Looking at a young man reading a comic book, Finis sighed at the graphic of a cloaked monster with a scythe in hand.
“I wish, someday that I could entrust this job to someone else, then I could talk to children of the views they find in those, “ Finis paused looking for the words. “Graphic novels. Are not entirely accurate.”
He shook his head.
“Well, people do have a fear of a lot of things.”
“Yes,” Finis agreed. “But as a doctor, do you find them afraid of you?”
“Sometimes. I tell them the truth and they don’t always like it.”
“When I tell them the truth,” Finis grumbled. “They don’t believe me.”
The woman returned with the pad, but this time she had a worried look.
“Mister Sierra.” The only words she said as she handed Finis the tablet.
“Of course, he has no one.

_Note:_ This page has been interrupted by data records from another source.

/**
 * The plant state. Construct at cold standstill; `settleGrinding()` for a plant that has
 * been grinding for hours. `step()` advances by dtS with the given commands.
 */
export class PlantModel {
  // Fan, feed, drive, burner, inerting.
  millFlowNm3PerH = 0;
  feedTPerH = 0;
  /** Grinding bed and recirculating load, as a fraction of the nominal-feed bed. */
  bedFrac = 0;
  drivePowerKw = 0;
  evaporationTPerH = 0;
  /** Mill outlet set point in force (tracks the outlet while the burner is off). */
  setpointEffC = AMBIENT_TEMP_C;
  firingKw = 0;
  n2Nm3PerH = 0;
  n2Purging = false;
  millOutletMbar = 0;
  filterOutletMbar = 0;
  // Loop gas composition (wet mole fractions; CO in ppm of the wet gas).
  o2Frac = AIR_O2_FRAC_WET;
  h2oFrac = AMBIENT_H2O_FRAC;
  coPpmWet = FALSE_AIR_CO_PPM;
  coalOxidationCoNm3PerH = 0;
  // Temperatures.
  hggOutletC = AMBIENT_TEMP_C;
  millInletC = AMBIENT_TEMP_C;
  millSteelC = AMBIENT_TEMP_C;
  millMassiveC = AMBIENT_TEMP_C;
  millOutletC = AMBIENT_TEMP_C;
  filterInletC = AMBIENT_TEMP_C;
  filterSteelC = AMBIENT_TEMP_C;
  filterOutletC = AMBIENT_TEMP_C;
  // Fine-coal silo (empty and air-filled at cold standstill).
  siloC = AMBIENT_TEMP_C;
  siloO2DryPct = O2_DRY_AIR_PCT;
  siloCoPpm = FALSE_AIR_CO_PPM;
  /** Scenario extras as applied in the last step. */
  filterCoExtraPpm = 0;
  filterExtraK = 0;
  damperAirNm3PerH = 0;
  rawCoalMoisture = RAW_COAL_MOISTURE;
  millCoExtraNm3PerH = 0;
  tripped = false;
  bf2AnalyserInCheck = false;
  bf2AnalyserCheckGas: CheckGas | null = null;
  /** Sensor readings (lagged true values), keyed by tag. */
  readonly sensors = new Map<string, number>();

  constructor() {
    const truth = this.trueValues();
    for (const spec of TAG_SPECS) this.sensors.set(spec.tag, truth[spec.tag] ?? 0);
  }

  /** Bring the plant to steady grinding by running it (without noise) for many hours. */
  settleGrinding(): void {
    // Start from a warm guess so the settling run stays short and inside the plant's envelope.
    this.millFlowNm3PerH = MILL_FLOW_GRINDING_NM3_PER_H;
    this.feedTPerH = NOMINAL_FEED_T_PER_H;
    this.bedFrac = 1;
    this.setpointEffC = GRINDING_COMMANDS.millOutletSpC;
    this.millSteelC = this.millMassiveC = this.millOutletC = this.millInletC = 88;
    this.filterSteelC = this.filterInletC = this.filterOutletC = 82;
    this.hggOutletC = 500;
    this.o2Frac = 0.09;
    this.h2oFrac = 0.14;
    this.siloC = 70;
    for (let i = 0; i < 6 * 360; i++) this.step(10, GRINDING_COMMANDS);
  }

  /** Fresh flows entering the loop for the present state, Nm³/h. */
  freshFlows(): { flue: number; falseAir: number; n2: number; steam: number; damperAir: number } {
    const fuelNm3PerH = ((this.firingKw / HGG_EFFICIENCY) * 3.6) / FUEL_LHV_MJ_PER_NM3;
    const suctionMbar = Math.max(0, -this.filterOutletMbar);
    return {
      flue: fuelNm3PerH * FLUE_NM3_PER_NM3_FUEL,
      falseAir: (FALSE_AIR_GRINDING_NM3_PER_H * suctionMbar) / -FILTER_OUTLET_GRINDING_MBAR,
      n2: this.n2Nm3PerH,
      steam: steamNm3PerH(this.evaporationTPerH),
      damperAir: this.damperAirNm3PerH,
    };
  }

  step(dtS: number, cmd: PlantCommands): void {
    if (!(dtS > 0) || !Number.isFinite(dtS)) throw new Error(`plant step: expected a positive finite step in seconds, found ${dtS}`);
    const fansOn = cmd.fansOn;
    const lit = cmd.hggLit && fansOn; // burner interlock: no firing without draught
    const driveOn = cmd.driveOn && fansOn;

    // Fan, feeder, bed, drive.
    const flowTarget = !fansOn ? 0 : driveOn || cmd.trip ? MILL_FLOW_GRINDING_NM3_PER_H : MILL_FLOW_WARMUP_NM3_PER_H;
    this.millFlowNm3PerH = lag(this.millFlowNm3PerH, flowTarget, dtS, fansOn ? 30 : 20);
    if (cmd.trip) {
      // Tripped: drive and feeder stop at once; the bed stays where it lies (coal left inside).
      this.feedTPerH = 0;
      this.drivePowerKw = 0;
    } else {
      this.feedTPerH = lag(this.feedTPerH, driveOn ? Math.max(0, cmd.feedSpTPerH) : 0, dtS, 10);
      this.bedFrac = lag(this.bedFrac, this.feedTPerH / NOMINAL_FEED_T_PER_H, dtS, 90);
      this.drivePowerKw = lag(this.drivePowerKw, driveOn ? DRIVE_IDLE_KW + DRIVE_GRINDING_KW * this.bedFrac : 0, dtS, 5);
    }
    this.rawCoalMoisture = cmd.rawCoalMoisture;
    this.evaporationTPerH = lag(this.evaporationTPerH, evaporationTPerH(this.feedTPerH, cmd.rawCoalMoisture, PRODUCT_COAL_MOISTURE), dtS, 60);
    this.damperAirNm3PerH = fansOn ? Math.max(0, cmd.damperAirNm3PerH) : 0; // no suction, no inflow

    // Draught: the fan holds about -3 mbar before the mill [CP]; losses scale with flow squared.
    const flowFrac = this.millFlowNm3PerH / MILL_FLOW_GRINDING_NM3_PER_H;
    const millInletMbar = -3 * Math.min(1, this.millFlowNm3PerH / MILL_FLOW_WARMUP_NM3_PER_H);
    // The bed's pressure drop needs gas through it; a bed left after a trip drops it only with flow.
    const bedDpMbar = cmd.trip ? 10 * this.bedFrac * Math.min(1, flowFrac * flowFrac) : 10 * this.bedFrac;
    const millOutletTarget = millInletMbar - 7 * flowFrac * flowFrac - bedDpMbar;
    this.millOutletMbar = lag(this.millOutletMbar, millOutletTarget, dtS, 5);
    this.filterOutletMbar = lag(this.filterOutletMbar, millOutletTarget - 15 * flowFrac * flowFrac, dtS, 5);

    const w = (this.millFlowNm3PerH * CP_GAS_KJ_PER_NM3K) / 3600; // kW/K
    const mixBeforeHeat = (): number => {
      if (this.millFlowNm3PerH <= 1) return this.filterOutletC;
      const f = this.freshFlows();
      const cold = Math.min(this.millFlowNm3PerH, f.flue + f.falseAir + f.n2 + f.damperAir);
      return ((this.millFlowNm3PerH - cold) * this.filterOutletC + cold * AMBIENT_TEMP_C) / this.millFlowNm3PerH;
    };
    // Heat taken from the gas in the mill: evaporation (latent plus superheat of the
    // vapour, from liquid at ambient [M: steam table approximations]), coal heating,
    // minus grinding heat.
    const millSinkKw =
      (this.evaporationTPerH / 3.6) * (2501 + 1.87 * this.millOutletC - 4.19 * AMBIENT_TEMP_C) +
      (this.feedTPerH / 3.6) * CP_COAL_KJ_PER_KGK * (this.millOutletC - AMBIENT_TEMP_C) -
      GRINDING_HEAT_SHARE * this.drivePowerKw;

    // Mill outlet temperature controller acting on the burner: it inverts the mill's
    // static heat balance for the present steel temperature (no integrator to wind up).
    this.setpointEffC = lit ? cmd.millOutletSpC : this.millOutletC;
    let firingTarget = 0;
    if (lit && w > 1) {
      const inletReqC =
        ((w + MILL_GAS_STEEL_KW_PER_K + MILL_GAS_MASSIVE_KW_PER_K) * this.setpointEffC -
          MILL_GAS_STEEL_KW_PER_K * this.millSteelC -
          MILL_GAS_MASSIVE_KW_PER_K * this.millMassiveC +
          millSinkKw) /
        w;
      const maxKw = driveOn ? HGG_MAX_GRINDING_KW : HGG_MAX_WARMUP_KW;
      firingTarget = Math.max(HGG_MIN_FIRE_KW, Math.min(maxKw, w * (inletReqC - mixBeforeHeat())));
    }
    // Burner load rises at a limited rate (refractory, flame stability) and falls with the
    // burner's own lag; a trip or shut-down takes the flame out within seconds.
    if (!lit) this.firingKw = lag(this.firingKw, 0, dtS, 5);
    else if (firingTarget > this.firingKw) this.firingKw = Math.min(firingTarget, this.firingKw + BURNER_RAMP_KW_PER_S * dtS);
    else this.firingKw = lag(this.firingKw, firingTarget, dtS, BURNER_TAU_S);

    // Inerting controller: N2 for the set point at the present fresh flows, plus a purge
    // flow while the loop is still well above the set point (hysteresis band).
    let n2Target = 0;
    if (fansOn && cmd.o2SpPctWet > 0) {
      const o2Pct = this.o2Frac * 100;
      if (o2Pct > cmd.o2SpPctWet + N2_PURGE_ON_BAND_PCT) this.n2Purging = true;
      else if (o2Pct < cmd.o2SpPctWet + N2_PURGE_OFF_BAND_PCT) this.n2Purging = false;
      const f = this.freshFlows();
      const o2InNm3PerH = f.flue * FLUE_O2_FRAC + f.falseAir * AIR_O2_FRAC_WET;
      const n2ForSetpoint = o2InNm3PerH / (cmd.o2SpPctWet / 100) - (f.flue + f.falseAir + f.steam);
      n2Target = Math.min(N2_MAX_NM3_PER_H, Math.max(0, n2ForSetpoint, this.n2Purging ? cmd.n2PurgeNm3PerH : 0));
    } else {
      this.n2Purging = false;
    }
    if (cmd.n2ManualNm3PerH !== null) n2Target = Math.min(N2_MAX_NM3_PER_H, Math.max(0, cmd.n2ManualNm3PerH));
    this.n2Nm3PerH = lag(this.n2Nm3PerH, n2Target, dtS, N2_TAU_S);

    // Loop composition: well-mixed volume, exact update for constant inflows.
    this.millCoExtraNm3PerH = Math.max(0, cmd.millCoExtraNm3PerH);
    this.coalOxidationCoNm3PerH = lag(this.coalOxidationCoNm3PerH, COAL_OXIDATION_CO_NM3_PER_T * this.feedTPerH, dtS, COAL_OXIDATION_TAU_S);
    const f = this.freshFlows();
    // Air from the stuck damper mixes like false air; a manual purge with the fans stopped
    // partly short-circuits to the vent (PURGE_SHORT_CIRCUIT_SHARE).
    const air = f.damperAir > 0 ? f.falseAir + f.damperAir : f.falseAir;
    const n2Mixed = !fansOn && cmd.n2ManualNm3PerH !== null ? f.n2 * (1 - PURGE_SHORT_CIRCUIT_SHARE) : f.n2;
    const totalNm3PerH = f.flue + air + n2Mixed + f.steam;
    if (totalNm3PerH > 1e-6) {
      const tauS = (LOOP_VOLUME_NM3 * 3600) / totalNm3PerH;
      const o2Eq = (f.flue * FLUE_O2_FRAC + air * AIR_O2_FRAC_WET) / totalNm3PerH;
      const h2oEq = (f.flue * FLUE_H2O_FRAC + air * AMBIENT_H2O_FRAC + f.steam) / totalNm3PerH;
      const coEq = (f.flue * FLUE_CO_PPM + air * FALSE_AIR_CO_PPM + (this.coalOxidationCoNm3PerH + this.millCoExtraNm3PerH) * 1e6) / totalNm3PerH;
      this.o2Frac = lag(this.o2Frac, o2Eq, dtS, tauS);
      this.h2oFrac = lag(this.h2oFrac, h2oEq, dtS, tauS);
      this.coPpmWet = lag(this.coPpmWet, coEq, dtS, tauS);
    } else {
      // Nothing flows in or out (fans stopped, no N2): the CO made inside accumulates.
      this.coPpmWet += ((this.coalOxidationCoNm3PerH + this.millCoExtraNm3PerH) * 1e6 * dtS) / (LOOP_VOLUME_NM3 * 3600);
    }

    // Temperatures. Each steel node: gas out = (W·T_in − S + UA·T_steel)/(W + UA); the steel
    // then lags toward its own balance (tau = C/(a + U_wall), a = UA·W/(W + UA)).
    const wNow = (this.millFlowNm3PerH * CP_GAS_KJ_PER_NM3K) / 3600;
    const inletTarget = wNow > 1 ? mixBeforeHeat() + this.firingKw / wNow : this.millSteelC;
    this.millInletC = lag(this.millInletC, inletTarget, dtS, 20);
    const sinkKw = wNow > 1 ? millSinkKw : 0;
    // The massive parts enter the gas balance with their present temperature: the gas sees
    // them as a conductance to a fixed temperature within one step; they then lag toward
    // the gas. Both updates are convex combinations, so the pair stays bounded for any step.
    const wMassive = MILL_GAS_MASSIVE_KW_PER_K;
    this.millSteelC = steelStep(
      this.millSteelC,
      (wNow * this.millInletC + wMassive * this.millMassiveC) / (wNow + wMassive),
      sinkKw,
      wNow + wMassive,
      MILL_GAS_STEEL_KW_PER_K,
      MILL_WALL_LOSS_KW_PER_K,
      MILL_STEEL_KJ_PER_K,
      dtS,
    );
    this.millOutletC =
      (wNow * this.millInletC - sinkKw + MILL_GAS_STEEL_KW_PER_K * this.millSteelC + wMassive * this.millMassiveC) /
      (wNow + MILL_GAS_STEEL_KW_PER_K + wMassive);
    this.millMassiveC = lag(this.millMassiveC, this.millOutletC, dtS, MILL_MASSIVE_KJ_PER_K / MILL_GAS_MASSIVE_KW_PER_K);
    const ductInC = this.millOutletC - (DUCT_LOSS_KW_PER_K * (this.millOutletC - AMBIENT_TEMP_C)) / (wNow + DUCT_LOSS_KW_PER_K);
    this.filterInletC = wNow > 1 ? ductInC : lag(this.filterInletC, this.filterSteelC, dtS, 600);
    this.filterSteelC = steelStep(this.filterSteelC, this.filterInletC, 0, wNow, FILTER_GAS_STEEL_KW_PER_K, FILTER_WALL_LOSS_KW_PER_K, FILTER_STEEL_KJ_PER_K, dtS);
    this.filterExtraK = cmd.filterExtraK;
    this.filterCoExtraPpm = cmd.filterCoExtraPpm;
    this.tripped = cmd.trip;
    this.bf2AnalyserInCheck = cmd.bf2AnalyserInCheck;
    this.bf2AnalyserCheckGas = cmd.bf2AnalyserCheckGas;
    this.filterOutletC =
      (wNow * this.filterInletC + FILTER_GAS_STEEL_KW_PER_K * this.filterSteelC) / (wNow + FILTER_GAS_STEEL_KW_PER_K) + cmd.filterExtraK;

    // Hot-gas generator outlet: flue gas plus the tempering share of the recirculated gas.
    const recircNm3PerH = Math.max(0, this.millFlowNm3PerH - f.flue - air - f.n2);
    const hggFlowNm3PerH = f.flue + HGG_TEMPERING_SHARE * recircNm3PerH;
    if (hggFlowNm3PerH > 1) {
      const hggInC = (f.flue * AMBIENT_TEMP_C + HGG_TEMPERING_SHARE * recircNm3PerH * this.filterOutletC) / hggFlowNm3PerH;
      const target = hggInC + this.firingKw / ((hggFlowNm3PerH * CP_GAS_KJ_PER_NM3K) / 3600);
      this.hggOutletC = lag(this.hggOutletC, target, dtS, 90);
    } else {
      this.hggOutletC = lag(this.hggOutletC, AMBIENT_TEMP_C, dtS, 3 * 3600); // refractory cools slowly
    }

    // Fine-coal silo: filled with product and its carrier gas while grinding; sealed otherwise.
    if (this.feedTPerH > 1) {
      this.siloC = lag(this.siloC, this.filterOutletC - 12, dtS, 40 * 60);
      this.siloO2DryPct = lag(this.siloO2DryPct, (100 * this.o2Frac) / (1 - this.h2oFrac), dtS, 30 * 60);
      this.siloCoPpm = lag(this.siloCoPpm, (0.7 * this.coPpmWet) / (1 - this.h2oFrac) + 4, dtS, 30 * 60);
    } else if (!fansOn) {
      this.siloC = lag(this.siloC, AMBIENT_TEMP_C, dtS, 24 * 3600);
    }

    // Sensors.
    const truth = this.trueValues();
    for (const spec of TAG_SPECS) {
      const prev = this.sensors.get(spec.tag) ?? 0;
      this.sensors.set(spec.tag, lag(prev, truth[spec.tag] ?? 0, dtS, spec.sensorTauS));
    }
  }

  /**
   * True process values at the measuring points. CO analysers are extractive (dry basis). The
   * bag filter analyser's cell sees its check gas instead while one is applied.
   */
  trueValues(): TrueValues {
    const dry = 1 - this.h2oFrac;
    const check = this.bf2AnalyserCheckGas;
    return {
      "HG2-TT-011": this.hggOutletC,
      "VM2-TT-101": this.millInletC,
      "VM2-TT-111": this.millOutletC,
      "VM2-PT-112": this.millOutletMbar,
      "VM2-AT-113": 100 * this.o2Frac,
      "VM2-AT-114": this.coPpmWet / dry,
      "VM2-JI-120": this.drivePowerKw,
      "VM2-WI-121": this.feedTPerH,
      "BF2-TT-201": this.filterInletC,
      "BF2-TT-211": this.filterOutletC,
      "BF2-PT-212": this.filterOutletMbar,
      "BF2-AT-213": check ? check.o2PctDry : (100 * this.o2Frac) / dry,
      "BF2-AT-214": check ? check.coPpm : (this.coPpmWet + FILTER_CO_OFFSET_PPM * Math.min(1, this.bedFrac)) / dry + this.filterCoExtraPpm,
      "BF2-AT-215": 100 * this.h2oFrac,
      "FS2-TT-311": this.siloC,
      "FS2-AT-313": this.siloO2DryPct,
      "FS2-AT-314": this.siloCoPpm,
      "IG2-FT-051": this.n2Nm3PerH,
    };
  }

  /** Sensor readings with noise, rounded as the instruments report them, then the status outputs. */
  measure(normal: () => number): { tag: string; value: number }[] {
    const measured = TAG_SPECS.map((spec) => {
      // One deviate per tag and frame, always, so the noise sequence never shifts.
      const noise = normal() * spec.noiseSigma;
      const reading = this.sensors.get(spec.tag) ?? 0;
      let value = reading + noise;
      // Stopped machines report exact zeros: drive off, feeder off, N2 below the meter's low-flow cut-off.
      if (spec.tag === "VM2-JI-120" && reading < 1) value = 0;
      if (spec.tag === "VM2-WI-121" && reading < 0.05) value = 0;
      if (spec.tag === "IG2-FT-051" && reading < 50) value = 0;
      if (spec.min !== null) value = Math.max(spec.min, value);
      if (spec.max !== null) value = Math.min(spec.max, value);
      const scale = 10 ** spec.decimals;
      return { tag: spec.tag, value: Math.round(value * scale) / scale + 0 };
    });
    const status: Record<string, boolean> = { "VM2-UZ-130": this.tripped, "BF2-AS-213": this.bf2AnalyserInCheck };
    return [...measured, ...STATUS_TAGS.map((t) => ({ tag: t.tag, value: status[t.tag] ? 1 : 0 }))];
  }
}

I need to go talk with him.” Finis signed the tablet and handed it back to her. “Nick, you did a fine job. The professor will leave this medical center on his own power. Don’t worry. I am not scheduled to meet with him for a long while yet.”
Looking back at the comic book the boy held.
“Maybe I should change my cane for something else? They make the cane into an edged weapon and I have no face.”
“Or a skull.” Nick nodded grimly. “You have to admit, you have a tough job.”
Nodding Finis stood up, shaking Nick’s hand. Old friends, Nick had met him when he nearly died as a teenager, the white-haired, smiling man directed him to medicine to do so much good.
Now, Nick felt a little sorry for him. Overworked and under-appreciated, the Angel of Death walked out of the cafeteria. A soul that hated his job and took it to heart that no one wanted to meet with him.
Always scheduling family to walk with the dearly departed, or walking with someone so they never made the trip alone, telling jokes or having conversations with them the entire journey. He was good at his job, and he hated it so much.
Doctor Jones shook his head and got up, the irony of it all was not lost on him.